TASK DETAILS - Only these lines of the data below are wanted: the one with "send: (request) =>", the one with "() => picky));", and any lines between them, each repeated exactly.

MATERIAL FOR THE TASK -
// @vitest-environment node
import { v7 as makeId } from "uuid";
import { describe, expect, it } from "vitest";
import type { Entry } from "../../../shared/schemas/entry.ts";
import type { SyncRequest, SyncResponse, SyncResult } from "../../../shared/schemas/sync.ts";
import { rider, testPhone } from "../../../tests/helpers/phones/test-phone.ts";
import { ApiError, NoNetworkError } from "../errors.ts";
import { keepEntry } from "../logbook/keep-entry.ts";
import type { Phone } from "../logbook/phone.ts";
import { readBike, readUnsent } from "../logbook/read-bike.ts";
import type { NewEntry } from "../types.ts";
import { runSyncSession } from "./sync-session.ts";

const bikeId = "0193a000-0000-7000-8000-000000000001";
const otherBikeId = "0193a000-0000-7000-8000-000000000002";
const at = "2026-03-01T09:00:00.000Z";
const newBike: NewEntry = { bikeId, kind: "bike", at, hours: null, body: { name: "Blue" } };
const hours = (reading: number): NewEntry => ({
  bikeId,
  kind: "hours",
  at,
  hours: reading,
  body: {},
});
const keep = (phone: Phone, entry: NewEntry) =>
  keepEntry(phone, entry, { signal: new AbortController().signal });

const owner = { id: rider.id, name: rider.name };
const stored = (entry: object, rev: number, author = owner) => ({
  ...(entry as Entry),
  author,
  receivedAt: "2026-03-01T10:00:00.000Z",
  rev,
});

type Answer = (request: SyncRequest) => Partial<SyncResponse>;
const each = (request: SyncRequest, status: SyncResult["status"], more: Partial<SyncResult> = {}) =>
  request.entries.map((entry, index) => ({ index, id: (entry as Entry).id, status, ...more }));
const storesAll: Answer = (request) => ({ results: each(request, "stored") });
const refuses =
  (reason: SyncResult["reason"]): Answer =>
  (request) => ({ results: each(request, "refused", { reason }) });

/** Runs a session against a server that gives these answers in turn, and shows what it was sent. */
async function sync(phone: Phone, ...answers: Answer[]): Promise<SyncRequest[]> {
  const sent: SyncRequest[] = [];
  await runSyncSession({
    phone,
    send(request) {
      sent.push(structuredClone(request));
      const answer = answers.shift() ?? storesAll;
      const empty = { epoch: "one", results: [], bikes: [], gone: [], more: false };
      return Promise.resolve().then(() => ({ ...empty, ...answer(request) }));
    },
    isCurrent: () => true,
    onApplied: () => undefined,
  });
  return sent;
}

const statesOf = async (phone: Phone) =>
  (await readBike(phone, bikeId))?.log.map(({ entry, state }) => [entry.kind, state]);

/** A phone whose bike and first reading the server has, as it was told by a pull. */
async function settledPhone() {
  const phone = testPhone();
  const entries = [(await keep(phone, newBike)).entry, (await keep(phone, hours(3))).entry];
  const pulled = entries.map(({ author: _, ...entry }, index) => stored(entry, index + 1));
  await sync(phone, (request) => ({
    ...storesAll(request),
    bikes: [{ bikeId, access: "owner", rev: 2, entries: pulled }],
  }));
  return phone;
}

describe("sending", () => {
  it("says whose entries they are and what the phone has", async () => {
    const phone = await settledPhone();
    await keep(phone, hours(4));
    const [request] = await sync(phone);
    expect(request).toEqual({
      account: rider.id,
      epoch: "one",
      known: { [bikeId]: 2 },
      entries: [{ ...hours(4), v: 1, id: expect.any(String) as string }],
    });
  });

  it("marks as sent what the server stored or has already", async () => {
    const phone = testPhone();
    await keep(phone, newBike);
    await sync(phone, (request) => ({ results: each(request, "duplicate") }));
    expect(await statesOf(phone)).toEqual([["bike", "sent"]]);
    expect((await readBike(phone, bikeId))?.record.unsent).toBe(0);
  });

  it("sends a bike's registration first, whatever was saved before it", async () => {
    const phone = testPhone();
    await keep(phone, newBike);
    const database = await phone.open();
    const [row] = await database.getAll("entries");
    await keep(phone, hours(3));
    await database.put("entries", { ...row!, unsentSince: "2026-12-31T00:00:00.000Z" });
    const [request] = await sync(phone);
    expect(request!.entries.map((entry) => (entry as Entry).kind)).toEqual(["bike", "hours"]);
  });

  it("sends at most 500 entries a call, and calls again for the rest and for more", async () => {
    const phone = testPhone();
    await keep(phone, newBike);
    const database = await phone.open();
    const [row] = await database.getAll("entries");
    for (let count = 0; count < 600; count += 1)
      await database.add("entries", { ...row!, entry: { ...row!.entry, id: makeId() } });
    const more: Answer = (request) => ({ ...storesAll(request), more: true });
    const sent = await sync(phone, more, more, storesAll);
    expect(sent.map(({ entries }) => entries.length)).toEqual([500, 101, 0]);
    expect(await readUnsent(phone)).toEqual([]);
  });

  it("keeps a refused entry in sight with its reason, and the others go through", async () => {
    const phone = testPhone();
    await keep(phone, newBike);
    await keep(phone, hours(3));
    const errors = { hours: "Too many." };
    await sync(phone, (request) => ({
      results: each(request, "stored").map((result) =>
        result.index === 1 ? { ...result, status: "refused", reason: "invalid", errors } : result,
      ),
    }));
    const bike = await readBike(phone, bikeId);
    expect(bike?.log).toMatchObject([
      { state: "refused", reason: "invalid", errors, entry: { kind: "hours" } },
      { state: "sent", entry: { kind: "bike" } },
    ]);
    expect(bike?.record).toMatchObject({ unsent: 1, summary: { hours: { now: null } } });
  });

  it.each(["not-writable", "unknown-kind"] as const)(
    "sends an entry refused as %s again next time, not before",
    async (reason) => {
      const phone = testPhone();
      await keep(phone, newBike);
      expect(await sync(phone, refuses(reason))).toHaveLength(1);
      expect(await statesOf(phone)).toEqual([["bike", "refused"]]);
      await sync(phone, storesAll);
      expect(await statesOf(phone)).toEqual([["bike", "sent"]]);
    },
  );

  it("never sends an entry refused as invalid again, and keeps its bike in sight", async () => {
    const phone = testPhone();
    await keep(phone, newBike);
    await sync(phone, refuses("invalid"));
    const [request] = await sync(phone);
    expect(request!.entries).toEqual([]);
    expect(await statesOf(phone)).toEqual([["bike", "refused"]]);
  });

  it("takes a bike that was erased elsewhere out of the Shed, and keeps what was refused", async () => {
    const phone = await settledPhone();
    await keep(phone, hours(4));
    await sync(phone, refuses("erased"));
    const [request] = await sync(phone);
    expect(request).toMatchObject({ known: {}, entries: [] });
    expect(await readBike(phone, bikeId)).toBeNull();
    expect(await readUnsent(phone)).toMatchObject([{ reason: "erased", entry: { hours: 4 } }]);
  });

  it("keeps the content of an entry whose id is taken, and takes the server's entry too", async () => {
    const phone = await settledPhone();
    const { entry } = await keep(phone, hours(4));
    const { author: _, ...mine } = entry;
    const theirs = stored({ ...mine, at: "2026-03-01T09:59:00.000Z", hours: 3.5 }, 3);
    await sync(phone, (request) => ({
      ...refuses("id-taken")(request),
      bikes: [{ bikeId, access: "owner", rev: 3, entries: [theirs] }],
    }));
    const bike = await readBike(phone, bikeId);
    const lines = bike!.log.map(({ entry, state }) => [(entry as Entry).hours, state]);
    expect(lines).toContainEqual([3.5, "sent"]);
    expect(lines).toContainEqual([4, "refused"]);
    expect(bike!.record.summary.hours.now).toBe(3.5);
  });

  it("sends what was saved while it was sending", async () => {
    const phone = testPhone();
    await keep(phone, newBike);
    const sent: number[] = [];
    await runSyncSession({
      phone,
      async send(request) {
        if (sent.length === 0) await keep(phone, hours(3));
        sent.push(request.entries.length);
        return {
          epoch: "one",
          results: each(request, "stored"),
          bikes: [],
          gone: [],
          more: false,
        };
      },
      isCurrent: () => true,
      onApplied: () => undefined,
    });
    expect(sent).toEqual([1, 1]);
    expect(await readUnsent(phone)).toEqual([]);
  });
});

describe("an answer that does not count", () => {
  const wrong: [string, Answer][] = [
    ["answers for fewer entries", () => ({ results: [] })],
    ["names another id", (request) => ({ results: each(request, "stored", { id: makeId() }) })],
    [
      "names one entry twice",
      (request) => ({ results: [each(request, "stored")[0]!, each(request, "stored")[0]!] }),
    ],
    [
      "answers for more than was sent",
      (request) => ({
        results: [...each(request, "stored"), { index: 2, id: makeId(), status: "stored" }],
      }),
    ],
  ];

  it.each(wrong)("changes nothing where it %s", async (_, answer) => {
    const phone = testPhone();
    await keep(phone, newBike);
    await keep(phone, hours(3));
    await expect(sync(phone, answer)).rejects.toBeInstanceOf(NoNetworkError);
    expect(await readUnsent(phone)).toHaveLength(2);
  });

  it("changes nothing once another account has signed in", async () => {
    const phone = testPhone();
    await keep(phone, newBike);
    await runSyncSession({
      phone,
      send: (request) =>
        Promise.resolve({
          epoch: "one",
          results: each(request, "stored"),
          bikes: [],
          gone: [],
          more: false,
        }),
      isCurrent: () => false,
      onApplied: () => undefined,
    });
    expect(await readUnsent(phone)).toHaveLength(1);
  });

  it("keeps everything where the server has a problem", async () => {
    const phone = testPhone();
    await keep(phone, newBike);
    const unauthorised = () => {
      throw new ApiError({ type: "about:blank", title: "", status: 401, detail: "" });
    };
    await expect(sync(phone, unauthorised)).rejects.toMatchObject({ status: 401 });
    expect(await readUnsent(phone)).toHaveLength(1);
  });
});

describe("a push that is too large", () => {
  const takesAtMost =
    (most: number): Answer =>
    (request) => {
      if (request.entries.length > most)
        throw new NoNetworkError({ status: 413, retryAfterMs: null });
      return storesAll(request);
    };

  it("is halved until it is taken", async () => {
    const phone = testPhone();
    await keep(phone, newBike);
    for (let reading = 1; reading < 5; reading += 1) await keep(phone, hours(reading));
    const sent = await sync(phone, ...Array.from({ length: 9 }, () => takesAtMost(2)));
    expect(sent.map(({ entries }) => entries.length)).toEqual([5, 3, 2, 2, 1]);
    expect(await readUnsent(phone)).toEqual([]);
  });

  it("does not keep the others back where one entry is too large by itself", async () => {
    const phone = testPhone();
    await keep(phone, newBike);
    const { entry: large } = await keep(phone, hours(1));
    await keep(phone, hours(2));
    const picky: Answer = (request) => {
      if (request.entries.some((entry) => (entry as Entry).id === large.id))
        throw new NoNetworkError({ status: 413, retryAfterMs: null });
      return storesAll(request);
    };
    await sync(phone, ...Array.from({ length: 9 }, () => picky));
    expect((await readUnsent(phone)).map(({ entry }) => entry.id)).toEqual([large.id]);
  });
});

RESPONSE AREA -
      send: (request) =>
        Promise.resolve({
          epoch: "one",
          results: each(request, "stored"),
          bikes: [],
          gone: [],
          more: false,
        }),
      isCurrent: () => false,
      onApplied: () => undefined,
    });
    expect(await readUnsent(phone)).toHaveLength(1);
  });

  it("keeps everything where the server has a problem", async () => {
    const phone = testPhone();
    await keep(phone, newBike);
    const unauthorised = () => {
      throw new ApiError({ type: "about:blank", title: "", status: 401, detail: "" });
    };
    await expect(sync(phone, unauthorised)).rejects.toMatchObject({ status: 401 });
    expect(await readUnsent(phone)).toHaveLength(1);
  });
});

describe("a push that is too large", () => {
  const takesAtMost =
    (most: number): Answer =>
    (request) => {
      if (request.entries.length > most)
        throw new NoNetworkError({ status: 413, retryAfterMs: null });
      return storesAll(request);
    };

  it("is halved until it is taken", async () => {
    const phone = testPhone();
    await keep(phone, newBike);
    for (let reading = 1; reading < 5; reading += 1) await keep(phone, hours(reading));
    const sent = await sync(phone, ...Array.from({ length: 9 }, () => takesAtMost(2)));
    expect(sent.map(({ entries }) => entries.length)).toEqual([5, 3, 2, 2, 1]);
    expect(await readUnsent(phone)).toEqual([]);
  });

  it("does not keep the others back where one entry is too large by itself", async () => {
    const phone = testPhone();
    await keep(phone, newBike);
    const { entry: large } = await keep(phone, hours(1));
    await keep(phone, hours(2));
    const picky: Answer = (request) => {
      if (request.entries.some((entry) => (entry as Entry).id === large.id))
        throw new NoNetworkError({ status: 413, retryAfterMs: null });
      return storesAll(request);
    };
    await sync(phone, ...Array.from({ length: 9 }, () => picky));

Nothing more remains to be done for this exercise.